_Study material_

package layout

import (
	"math"

	"github.com/paulmach/orb"

	"arcwright/internal/geometry"
)

var (
	cellKeys      = []string{"kind", "boundary", "site_limit", "ceiling", "floor", "cutoff", "treatment_depth", "obstacles", "keep_out", "collector", "marks"}
	obstacleKeys  = []string{"name", "polygon", "circle", "from", "to"}
	keepOutKeys   = []string{"name", "polygon", "circle"}
	collectorKeys = []string{"inlet", "diameter", "heading"}
	markKeys      = []string{"name", "at"}

	// cellKinds are the layout's names of the geometry kinds.
	cellKinds = map[string]geometry.Kind{
		"anechoic":    geometry.Anechoic,
		"hard-walled": geometry.HardWalled,
		"outdoor":     geometry.OutdoorPad,
	}
	cellKindNames = []string{"anechoic", "hard-walled", "outdoor"}
	floorNames    = []string{"hard", "treated", "grass"}
)

// cellInfo is the decoded cell and what later checks may rely on.
type cellInfo struct {
	cell       geometry.Cell
	cutoff     float64 // Hz; 0 if none
	kindOK     bool    // cell.Kind is the layout's kind
	ceilingOK  bool    // cell.Ceiling is known (+Inf outdoors)
	boundaryOK bool    // cell.Boundary is usable (possibly empty outdoors)
	// collectorHeading is false when the collector's heading is to be the
	// nozzle's; collectorLine and collectorField locate it for messages.
	collectorHeading bool
	collectorLine    int
	collectorField   string
}

// cellSection decodes the cell: kind, outline, ceiling, floor, treatment,
// obstacles, keep-out zones, collector and marks.
func (d *decoder) cellSection(top *section) *cellInfo {
	s := top.needSub("cell", "the test cell (kind, boundary, ceiling, …)", cellKeys)
	ci := &cellInfo{}
	c := &ci.cell
	kind := ""
	if n := s.need("kind", "the cell kind: "+oneOf(cellKindNames)); n != nil {
		if k, ok := d.choice(n, s.field("kind"), cellKindNames); ok {
			kind, c.Kind, ci.kindOK = k, cellKinds[k], true
		}
	}
	outdoor := kind == "outdoor"

	// The outline: boundary indoors, site_limit (optional) outdoors.
	switch {
	case !ci.kindOK:
		for _, key := range []string{"boundary", "site_limit"} {
			if s.has(key) {
				d.ring(s.get(key), s.field(key), s.keyLine(key))
			}
		}
	case outdoor:
		if s.has("boundary") {
			d.errorf(ErrInvalid, s.keyLine("boundary"), s.field("boundary"), "an outdoor pad has no walls; give its site_limit instead (or neither, for an open pad)")
		}
		ci.boundaryOK = true
		if n := s.get("site_limit"); n != nil {
			c.Boundary, ci.boundaryOK = d.ring(n, s.field("site_limit"), s.keyLine("site_limit"))
		}
	default:
		if s.has("site_limit") {
			d.errorf(ErrInvalid, s.keyLine("site_limit"), s.field("site_limit"), "site_limit is for an outdoor pad; give the %s cell's boundary", kind)
		}
		if n := s.need("boundary", "the closed outline of the cell in plan (wedge tips or inner wall face)"); n != nil {
			c.Boundary, ci.boundaryOK = d.ring(n, s.field("boundary"), s.keyLine("boundary"))
		}
	}

	// The ceiling: required indoors, open sky outdoors.
	switch {
	case outdoor:
		c.Ceiling, ci.ceilingOK = math.Inf(1), true
		if s.has("ceiling") {
			d.errorf(ErrInvalid, s.keyLine("ceiling"), s.field("ceiling"), "an outdoor pad has no ceiling (open sky); remove the key")
			ci.ceilingOK = false
		}
	case ci.kindOK:
		if n := s.need("ceiling", "the ceiling height (wedge tips), a length such as 6 m"); n != nil {
			c.Ceiling, ci.ceilingOK = d.positiveLength(n, s.field("ceiling"), "the ceiling height")
		}
	default:
		if n := s.get("ceiling"); n != nil {
			d.positiveLength(n, s.field("ceiling"), "the ceiling height")
		}
	}

	c.Floor = geometry.Hard
	if c.Kind == geometry.Anechoic && ci.kindOK {
		c.Floor = geometry.Treated
	}
	if n := s.get("floor"); n != nil {
		if f, ok := d.choice(n, s.field("floor"), floorNames); ok {
			c.Floor, _ = geometry.ParseSurface(f) // f is one of floorNames
		}
	}
	if n := s.get("cutoff"); n != nil {
		if ci.kindOK && kind != "anechoic" {
			d.errorf(ErrInvalid, n.Line, s.field("cutoff"), "the cut-off frequency of the treatment applies only to an anechoic cell")
		} else if f, ok := d.frequency(n, s.field("cutoff")); ok {
			if f <= 0 {
				d.errorf(ErrInvalid, n.Line, s.field("cutoff"), "the cut-off frequency must be greater than 0 Hz")
			}
			ci.cutoff = f
		}
	}
	if n := s.get("treatment_depth"); n != nil {
		c.TreatmentDepth, _ = d.nonNegativeLength(n, s.field("treatment_depth"), "the treatment depth")
	}
	d.obstacles(s, ci)
	d.keepOuts(s, ci)
	d.collector(s, ci)
	d.marks(s, ci)
	return ci
}

// heightRange checks that z (m), read from field at line, is on or above
// the floor and, when the ceiling is known, not above it.
func (d *decoder) heightRange(ci *cellInfo, z float64, line int, field, what string) bool {
	switch {
	case z < 0:
		d.errorf(ErrInvalid, line, field, "%s is below the floor: %s", what, d.fmtLen(z))
		return false
	case ci.ceilingOK && z > ci.cell.Ceiling:
		d.errorf(ErrInvalid, line, field, "%s is above the ceiling: %s, ceiling at %s", what, d.fmtLen(z), d.fmtLen(ci.cell.Ceiling))
		return false
	}
	return true
}

// obstacles decodes cell.obstacles: each a footprint with a height range.
func (d *decoder) obstacles(s *section, ci *cellInfo) {
	items, _ := d.list(s.get("obstacles"), s.field("obstacles"), s.keyLine("obstacles"), "a list of obstacles")
	names := d.nameSet()
	for i, it := range items {
		o := d.section(it, index(s.field("obstacles"), i), it.Line, obstacleKeys)
		name, okName := d.name(o, "obstacle", names)
		fp, okShape := d.footprint(o)
		zMin, okFrom := 0.0, true
		if n := o.get("from"); n != nil {
			if zMin, okFrom = d.length(n, o.field("from")); okFrom {
				okFrom = d.heightRange(ci, zMin, n.Line, o.field("from"), "the bottom")
			}
		}
		var zMax float64
		okTo := false
		if n := o.need("to", "the height of the top above the floor, a length such as 1.5 m"); n != nil {
			if zMax, okTo = d.length(n, o.field("to")); okTo {
				okTo = d.heightRange(ci, zMax, n.Line, o.field("to"), "the top")
				if okTo && okFrom && zMax <= zMin {
					d.errorf(ErrInvalid, n.Line, o.field("to"), "the top (%s) must be above the bottom (%s)", d.fmtLen(zMax), d.fmtLen(zMin))
					okTo = false
				}
			}
		}
		if okShape && d.outsideCell(ci, fp, o, "obstacle") {
			okShape = false
		}
		if okName && okShape && okFrom && okTo {
			ci.cell.Obstacles = append(ci.cell.Obstacles, geometry.Obstacle{Name: name, Footprint: fp, ZMin: zMin, ZMax: zMax})
		}
	}
}

// keepOuts decodes cell.keep_out.
func (d *decoder) keepOuts(s *section, ci *cellInfo) {
	items, _ := d.list(s.get("keep_out"), s.field("keep_out"), s.keyLine("keep_out"), "a list of keep-out zones")
	names := d.nameSet()
	for i, it := range items {
		k := d.section(it, index(s.field("keep_out"), i), it.Line, keepOutKeys)
		name, okName := d.name(k, "keep-out zone", names)
		fp, okShape := d.footprint(k)
		if okShape && d.outsideCell(ci, fp, k, "keep-out zone") {
			okShape = false
		}
		if okName && okShape {
			ci.cell.KeepOuts = append(ci.cell.KeepOuts, geometry.KeepOut{Name: name, Footprint: fp})
		}
	}
}

// collector decodes cell.collector; its heading defaults to the nozzle's,
// filled in later.
func (d *decoder) collector(s *section, ci *cellInfo) {
	if !s.has("collector") {
		return
	}
	c := s.sub("collector", collectorKeys)
	ci.collectorLine, ci.collectorField = c.line, c.path
	col := &geometry.Collector{}
	ok := true
	if n := c.need("inlet", "the centre of the inlet, [x, y, z] with z above the floor"); n != nil {
		var okIn bool
		if col.Inlet, okIn = d.spacePoint(n, c.field("inlet"), c.keyLine("inlet")); okIn {
			okIn = d.heightRange(ci, col.Inlet.Z, c.keyLine("inlet"), c.field("inlet"), "the inlet centre")
		}
		ok = ok && okIn
	} else {
		ok = false
	}
	if n := c.need("diameter", "the inlet diameter, a length such as 1.2 m"); n != nil {
		var okD bool
		col.Diameter, okD = d.positiveLength(n, c.field("diameter"), "the inlet diameter")
		ok = ok && okD
	} else {
		ok = false
	}
	if ok {
		r := col.Diameter / 2
		ok = d.heightRange(ci, col.Inlet.Z-r, c.keyLine("diameter"), c.field("diameter"), "the bottom of the inlet") &&
			d.heightRange(ci, col.Inlet.Z+r, c.keyLine("diameter"), c.field("diameter"), "the top of the inlet")
	}
	if n := c.get("heading"); n != nil {
		var okH bool
		col.Heading, okH = d.angle(n, c.field("heading"))
		ci.collectorHeading = okH
		ok = ok && okH
	}
	if ok {
		ci.cell.Collector = col
	}
}

// marks decodes cell.marks.
func (d *decoder) marks(s *section, ci *cellInfo) {
	items, _ := d.list(s.get("marks"), s.field("marks"), s.keyLine("marks"), "a list of floor marks")
	names := d.nameSet()
	for i, it := range items {
		m := d.section(it, index(s.field("marks"), i), it.Line, markKeys)
		name, okName := d.name(m, "mark", names)
		var (
			at   orb.Point
			okAt bool
		)
		if n := m.need("at", "the position of the mark, [x, y]"); n != nil {
			at, okAt = d.planPoint(n, m.field("at"), m.keyLine("at"))
		}
		if okName && okAt {
			ci.cell.Marks = append(ci.cell.Marks, geometry.Mark{Name: name, At: at})
		}
	}
}

// outsideCell reports, and records as a problem, a footprint of s (an
// obstacle or a keep-out zone, what) that lies wholly outside a bounded
// cell: it can block nothing, so it is a slip of a coordinate or a unit.
func (d *decoder) outsideCell(ci *cellInfo, fp geometry.Footprint, s *section, what string) bool {
	c := &ci.cell
	if !ci.boundaryOK || !c.Bounded() {
		return false
	}
	p := fp.Center
	if !fp.IsCircle() {
		p = fp.Ring[0]
	}
	if c.Contains(p) {
		return false
	}
	if c.Extent().Intersects(fp.Bound()) {
		for i := 0; i+1 < len(c.Boundary); i++ {
			if fp.SegmentDistance(c.Boundary[i], c.Boundary[i+1]) == 0 {
				return false // it crosses or holds the outline
			}
		}
	}
	key := "polygon"
	if fp.IsCircle() {
		key = "circle"
	}
	d.errorf(ErrInvalid, s.keyLine(key), s.field(key), "this %s lies wholly outside the cell's %s; check its coordinates and their unit", what, outlineName(ci))
	return true
}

_Directions_
How many lines of the entries contain the string "collectorLine"? Answer with a number and no other words.

_Result below_
3